▶ [Work instruction] What is needed is an exact printout of all the data.

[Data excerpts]
===============

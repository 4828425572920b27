"""The shortlist: ranked parts, one line each, only visible rows drawn."""

from __future__ import annotations

import math

import numpy as np

from picker.tui.bars import budget_bar, margin_bar
from picker.tui.model import SHORTLIST_COLUMNS, Shortlist
from picker.tui.rows import Cells, RowList

STATUS_LABELS = {
    "fit": ("✔ fit ", "rowlist--good"),
    "marginal": ("△ marg", "rowlist--warn"),
    "ruled_out": ("✘ out ", "rowlist--bad"),
}
"""Status as a symbol and a word, so it reads without colour."""


def status_cells(status: str) -> tuple[str, str | None]:
    return STATUS_LABELS.get(status, (f"{status[:6]:<6}", None))


def _number(value: float, width: int, digits: int = 1) -> str:
    if not math.isfinite(value):
        return "—".rjust(width)
    text = f"{value:.{digits}f}"
    if len(text) > width:
        text = f"{value:.0f}"
    return text.rjust(width)[:width] if len(text) <= width else "≫".rjust(width)


def _score_text(score: float) -> str:
    if not math.isfinite(score):
        return "  —"
    scaled = score * 100 if abs(score) <= 1.0 else score
    return f"{scaled:3.0f}"


class ShortlistView(RowList):
    """Ranked parts with status, score, margin and budget bars and key figures."""

    empty_text = "no part fits this brief; see Ruled out (r) for the reasons"

    def __init__(self, *, id: str | None = None, classes: str | None = None) -> None:
        super().__init__(id=id, classes=classes)
        self._shortlist: Shortlist | None = None
        self._mpn = np.array([], dtype=object)
        self._columns: dict[str, np.ndarray] = {}

    @property
    def shortlist(self) -> Shortlist | None:
        return self._shortlist

    @property
    def mpns(self) -> np.ndarray:
        return self._mpn

    def show(self, shortlist: Shortlist, keep: str | None = None) -> None:
        """Show a new ranking; the cursor stays on `keep` when that part is still listed."""
        self._shortlist = shortlist
        rows = shortlist.rows
        self._mpn = rows["mpn"].to_numpy(dtype=object)
        self._columns = {name: rows[name].to_numpy() for name in SHORTLIST_COLUMNS}
        cursor = 0
        if keep is not None:
            hits = np.flatnonzero(self._mpn == keep)
            if hits.size:
                cursor = int(hits[0])
        self.set_row_count(len(rows), cursor)

    def index_of(self, mpn: str) -> int | None:
        hits = np.flatnonzero(self._mpn == mpn)
        return int(hits[0]) if hits.size else None

    def current_mpn(self) -> str | None:
        if self.row_count == 0:
            return None
        return str(self._mpn[self.cursor])

    WIDE = 110
    """From this row width on, gain margin and budget headroom get their own columns."""

    def _layout(self, width: int) -> tuple[int, int]:
        """Widths of the part-number column and of each bar for this row width."""
        bar = 6 if width < 100 else 10
        # status 6, score 5, package 8, CL 6, ESR 6, margin 6, ppm 7, each with its gap
        fixed = 6 + 5 + 1 + 8 + 6 + 6 + 6 + 7 + 2 * bar
        if width >= self.WIDE:
            fixed += 7 + 7
        return min(max(width - fixed, 8), 30), bar

    def header_cells(self, width: int) -> Cells:
        mpn_width, bar = self._layout(width - 1)
        text = (
            f" {'status':<6} {'scr':>3} {'part number':<{mpn_width}} {'package':<7} "
            f"{'CL pF':>5} {'ESR Ω':>5} {'margin':>6}{'':<{bar}} {'ppm':>5} {'budget':<{bar}}"
        )
        if width - 1 >= self.WIDE:
            text += f" {'gain':>6} {'spare':>6}"
        return [(text, None)]

    def row_cells(self, index: int, width: int) -> Cells:
        if self._shortlist is None:
            return []
        mpn_width, bar = self._layout(width)
        col = self._columns
        status, style = status_cells(str(col["status"][index]))
        mpn = str(self._mpn[index])
        if len(mpn) > mpn_width:
            mpn = mpn[: mpn_width - 1] + "…"
        cl = float(col["spec_cl_f"][index])
        cl_text = "  ser" if not math.isfinite(cl) else _number(cl * 1e12, 5)
        margin = float(col["margin"][index])
        total = float(col["total_ppm"][index])
        cells: Cells = [
            (status, style),
            (f" {_score_text(float(col['score'][index]))} ", None),
            (f"{mpn:<{mpn_width}} ", None),
            (f"{str(col['package'][index])[:7]:<7} ", None),
            (f"{cl_text} ", None),
            (f"{_number(float(col['esr_ohm'][index]), 5, 0)} ", None),
            (f"{_number(margin, 5)}×", None),
            (margin_bar(margin, float(col["margin_required"][index]), bar), style),
            (f" {_number(total, 5)} ", None),
            (budget_bar(total, self._shortlist.budget_ppm, bar), style),
        ]
        if width >= self.WIDE:
            cells.append((f" {_number(float(col['gain_margin'][index]), 5)}×", None))
            cells.append((f" {_number(float(col['headroom_ppm'][index]), 6)}", None))
        return cells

===============

▶ [Task answer]
repository 4828425572920b27
"""The shortlist: ranked parts, one line each, only visible rows drawn."""

from __future__ import annotations

import math

import numpy as np

from picker.tui.bars import budget_bar, margin_bar
from picker.tui.model import SHORTLIST_COLUMNS, Shortlist
from picker.tui.rows import Cells, RowList

STATUS_LABELS = {
    "fit": ("✔ fit ", "rowlist--good"),
    "marginal": ("△ marg", "rowlist--warn"),
    "ruled_out": ("✘ out ", "rowlist--bad"),
}
"""Status as a symbol and a word, so it reads without colour."""


def status_cells(status: str) -> tuple[str, str | None]:
    return STATUS_LABELS.get(status, (f"{status[:6]:<6}", None))


def _number(value: float, width: int, digits: int = 1) -> str:
    if not math.isfinite(value):
        return "—".rjust(width)
    text = f"{value:.{digits}f}"
    if len(text) > width:
        text = f"{value:.0f}"
    return text.rjust(width)[:width] if len(text) <= width else "≫".rjust(width)


def _score_text(score: float) -> str:
    if not math.isfinite(score):
        return "  —"
    scaled = score * 100 if abs(score) <= 1.0 else score
    return f"{scaled:3.0f}"


class ShortlistView(RowList):
    """Ranked parts with status, score, margin and budget bars and key figures."""

    empty_text = "no part fits this brief; see Ruled out (r) for the reasons"

    def __init__(self, *, id: str | None = None, classes: str | None = None) -> None:
        super().__init__(id=id, classes=classes)
        self._shortlist: Shortlist | None = None
        self._mpn = np.array([], dtype=object)
        self._columns: dict[str, np.ndarray] = {}

    @property
    def shortlist(self) -> Shortlist | None:
        return self._shortlist

    @property
    def mpns(self) -> np.ndarray:
        return self._mpn

    def show(self, shortlist: Shortlist, keep: str | None = None) -> None:
        """Show a new ranking; the cursor stays on `keep` when that part is still listed."""
        self._shortlist = shortlist
        rows = shortlist.rows
        self._mpn = rows["mpn"].to_numpy(dtype=object)
        self._columns = {name: rows[name].to_numpy() for name in SHORTLIST_COLUMNS}
        cursor = 0
        if keep is not None:
            hits = np.flatnonzero(self._mpn == keep)
            if hits.size:
                cursor = int(hits[0])
        self.set_row_count(len(rows), cursor)

    def index_of(self, mpn: str) -> int | None:
        hits = np.flatnonzero(self._mpn == mpn)
        return int(hits[0]) if hits.size else None

    def current_mpn(self) -> str | None:
        if self.row_count == 0:
            return None
        return str(self._mpn[self.cursor])

    WIDE = 110
    """From this row width on, gain margin and budget headroom get their own columns."""

    def _layout(self, width: int) -> tuple[int, int]:
        """Widths of the part-number column and of each bar for this row width."""
        bar = 6 if width < 100 else 10
        # status 6, score 5, package 8, CL 6, ESR 6, margin 6, ppm 7, each with its gap
        fixed = 6 + 5 + 1 + 8 + 6 + 6 + 6 + 7 + 2 * bar
        if width >= self.WIDE:
            fixed += 7 + 7
        return min(max(width - fixed, 8), 30), bar

    def header_cells(self, width: int) -> Cells:
        mpn_width, bar = self._layout(width - 1)
        text = (
            f" {'status':<6} {'scr':>3} {'part number':<{mpn_width}} {'package':<7} "
            f"{'CL pF':>5} {'ESR Ω':>5} {'margin':>6}{'':<{bar}} {'ppm':>5} {'budget':<{bar}}"
        )
        if width - 1 >= self.WIDE:
            text += f" {'gain':>6} {'spare':>6}"
        return [(text, None)]

    def row_cells(self, index: int, width: int) -> Cells:
        if self._shortlist is None:
            return []
        mpn_width, bar = self._layout(width)
        col = self._columns
        status, style = status_cells(str(col["status"][index]))
        mpn = str(self._mpn[index])
        if len(mpn) > mpn_width:
            mpn = mpn[: mpn_width - 1] + "…"
        cl = float(col["spec_cl_f"][index])
        cl_text = "  ser" if not math.isfinite(cl) else _number(cl * 1e12, 5)
        margin = float(col["margin"][index])
        total = float(col["total_ppm"][index])
        cells: Cells = [
            (status, style),
            (f" {_score_text(float(col['score'][index]))} ", None),
            (f"{mpn:<{mpn_width}} ", None),
            (f"{str(col['package'][index])[:7]:<7} ", None),
            (f"{cl_text} ", None),
            (f"{_number(float(col['esr_ohm'][index]), 5, 0)} ", None),
            (f"{_number(margin, 5)}×", None),
            (margin_bar(margin, float(col["margin_required"][index]), bar), style),
            (f" {_number(total, 5)} ", None),
            (budget_bar(total, self._shortlist.budget_ppm, bar), style),
        ]
        if width >= self.WIDE:
            cells.append((f" {_number(float(col['gain_margin'][index]), 5)}×", None))
            cells.append((f" {_number(float(col['headroom_ppm'][index]), 6)}", None))
        return cells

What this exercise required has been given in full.